En esos tiempos, el primero que llamó la atención de la transición del liberalismo al socialismo, fue el pensador antioqueño Baldomero Sanín Cano, quien desde Madrid conminó a los progresistas del país, sin importar el bando ideológico a ser más consecuentes con los retos y las encrucijadas del país. Efectivamente no pocos bajo el inconformismo, se lanzaron a las aguas del socialismo o del comunismo en los años sucesivos. Como se recordará entonces universidad y cambio social constituyeron un binomio que, alentado por la onda expansiva Reformista de Córdoba de 1918, permitió al menos momentáneamente algunas reformas y transformaciones en la esquelética y cristalizada sociedad colombiana. Y no obstante los resultados, en esa época más que respuestas a las exigencias de derechos y soluciones momentáneas y fugaces o efímeras, se buscó, se batalló pensar (y hacer) al largo plazo, mejor, exigir en el caso de la educación pública, planificarla estatalmente y con una proyección que no tuviera la adversidad o el obstáculo de gobiernos de turno que la revocaran o la retrajeran, que empujaran esos avances y progresos jurídicos y políticos al abismo de la indiferencia o del descuido premeditado. De todos modos, al cabo del tiempo, del empuje progresivo y de revolución, el país se contrajo y de modo sucesivo no solamente instaló la reacción que produjo una contrarrevolución que se incrustó de 1957 hasta el día de hoy.

En la misiva “Universidad y Patria” (citado arriba en la Revista Universidad) se dijo, ya comenzando el año de 1928, que la universidad es un asunto político y lo político es un asunto de la universidad, quiere decir educativo y que, por lo tanto, toda problemática social involucra ineludiblemente los asuntos universitarios. ¿Cuáles van a ser las condiciones educativas que podrán soñar todos esos sectores vulnerados y vulnerables del país que no pueden acceder a la educación de mercado impuesto hace años mediante la educación privada?

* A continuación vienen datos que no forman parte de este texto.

/**
 * Poisson and cosmic-variance uncertainty of the galaxy count in one redshift slice.
 *
 * Geometry: the survey area areaSr is split into `fieldCount` equal, independent fields of area
 * A = areaSr / fieldCount (sr) with aspect = width / height, so the angular sides are
 * sqrt(A aspect) and sqrt(A / aspect) radians; at the slice's middle redshift the comoving
 * transverse sides are D_M times those (D_M = comoving transverse distance, Hogg 1999 eq. 16),
 * and the radial side is D_C(z2) - D_C(z1). Each field is treated as that rectangular box
 * (the flat-sky box approximation of Newman & Davis 2002, ApJ 564, 567; Trenti & Stiavelli 2008,
 * ApJ 676, 767).
 *
 * Fractions (common practice; Somerville et al. 2004, ApJ 600, L171, eq. 3 for the quadrature sum):
 *   sigma_dm                = rms linear matter fluctuation in one field's box (window.ts)
 *   one field               : cosmic-variance fraction b sigma_dm
 *   `fieldCount` fields     : variance of the total's fraction (b sigma_dm)^2 / fieldCount
 *   cosmicVarianceFraction  = b sigma_dm / sqrt(fieldCount)
 *   poissonFraction         = 1 / sqrt(N)
 *   totalFraction           = sqrt(poisson^2 + cosmicVariance^2)
 * Distances are plain numbers so that this module does not depend on the cosmology code.
 */
import type { LinearPower } from './power-spectrum.js';
import { boxSigma } from './window.js';

export interface SliceGeometry {
  /** Total survey area, steradians. */
  areaSr: number;
  /** Width / height of each field (> 0). */
  aspect: number;
  /** Number of equal, independent fields (integer >= 1). */
  fieldCount: number;
  /** Comoving transverse distance D_M at the slice's middle redshift, Mpc. */
  transverseDistanceMpc: number;
  /** Radial comoving depth D_C(z_max) - D_C(z_min) of the slice, Mpc. */
  radialDepthMpc: number;
  /** Redshift at which the matter fluctuation is evaluated (the slice's middle). */
  zMid: number;
}

export interface SliceUncertaintyInput extends SliceGeometry {
  /** Large-scale galaxy bias (given, or from matchHaloMass). */
  bias: number;
  /** Expected number of galaxies in the slice over the whole area (> 0). */
  count: number;
  /** The matched minimum halo mass, passed through for reporting when the bias came from it. */
  haloMassMinMsun?: number;
}

export interface SliceUncertainty {
  poissonFraction: number;
  cosmicVarianceFraction: number;
  totalFraction: number;
  bias: number;
  /** rms linear matter fluctuation in ONE field's box at zMid. */
  sigmaMatter: number;
  haloMassMinMsun?: number;
}

function positive(v: number, name: string): void {
  if (!(v > 0) || !Number.isFinite(v))
    throw new RangeError(`sliceUncertainty: ${name} must be a positive finite number, got ${v}`);
}

/** Comoving sides [width, height, depth] in Mpc of one field's box. */
export function fieldBoxSidesMpc(g: SliceGeometry): [number, number, number] {
  positive(g.areaSr, 'areaSr');
  positive(g.aspect, 'aspect');
  positive(g.transverseDistanceMpc, 'transverseDistanceMpc');
  positive(g.radialDepthMpc, 'radialDepthMpc');
  if (!(Number.isInteger(g.fieldCount) && g.fieldCount >= 1)) {
    throw new RangeError(`sliceUncertainty: fieldCount must be an integer >= 1, got ${g.fieldCount}`);
  }
  const a = g.areaSr / g.fieldCount;
  const width = Math.sqrt(a * g.aspect) * g.transverseDistanceMpc;
  const height = Math.sqrt(a / g.aspect) * g.transverseDistanceMpc;
  return [width, height, g.radialDepthMpc];
}

/** rms linear matter fluctuation in one field's box of the slice. */
export function sliceMatterSigma(power: LinearPower, g: SliceGeometry): number {
  return boxSigma(power, g.zMid, fieldBoxSidesMpc(g));
}

/**
 * Poisson, cosmic-variance and total fractional uncertainty of a slice's count.
 * Throws a RangeError for a non-positive count (a fraction of zero is undefined) or bias.
 */
export function sliceUncertainty(power: LinearPower, input: SliceUncertaintyInput): SliceUncertainty {
  positive(input.count, 'count');
  positive(input.bias, 'bias');
  const sigmaMatter = sliceMatterSigma(power, input);
  const poissonFraction = 1 / Math.sqrt(input.count);
  const cosmicVarianceFraction = (input.bias * sigmaMatter) / Math.sqrt(input.fieldCount);
  const totalFraction = Math.hypot(poissonFraction, cosmicVarianceFraction);
  const out: SliceUncertainty = {
    poissonFraction,
    cosmicVarianceFraction,
    totalFraction,
    bias: input.bias,
    sigmaMatter,
  };
  if (input.haloMassMinMsun !== undefined) out.haloMassMinMsun = input.haloMassMinMsun;
  return out;
}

En las marchas el 10 y 17 de octubre del presente año, no solamente regocija la cantidad y el compromiso de los estamentos universitarios, es de celebrar la constancia, vigencia, talento y resistencia de los estamentos en los derechos exigidos. Sorprende acaso no debería ser así, la vinculación de minorías de las universidades privadas que se sumaron al inconformismo.

De igual manera es de celebrar la inclusión de muchos otros sectores vulnerados y marginados, que, en medio de esta implosión política del país, quiere decir, gobierno neoliberal y de derecha, anteponen el mercado a la conciencia política. Pese a lo corrosivo del país y a otras corrosiones que desean y buscan acabar la universidad pública, las movilizaciones dan cuenta que hay antídotos y que la mejor manera de defender la universidad pública a las marchas de los sujetos se debe unir la marcha de las ideas.

Las ideas también marchan en las calles y eso ha mostrado el 10 de octubre inmediatamente pasado. La exigencia de dignidad y de justicia no es solamente un asunto ciudadano, es de educación y política. Mirando atrás sin detenerse, las movilizaciones demandando educación pública, financiación, cobertura, ciencia e investigación, docencia y extensión con calidad y con solidez, hace noventa años, por lo menos siguen a la espera de una política planificada a largo plazo, o para decirlo con la ciencia política de hoy, una política pública racional, sostenida y sin plazos ni programas momentáneos y fugaces. A marchar también con las ideas, mirando atrás sin detenerse. En noventa años las deudas han sido muy abismales.

Fuente: Caja de Herramientas

[1Carta “Universidad y patria”. En: Revista Universidad. No. 56. Bogotá, noviembre 19 de 1927.

[2Tila Uribe, María. Los años escondidos. Sueños y rebeldías en la década del veinte. Bogotá: Cestra-Cerec. 1994.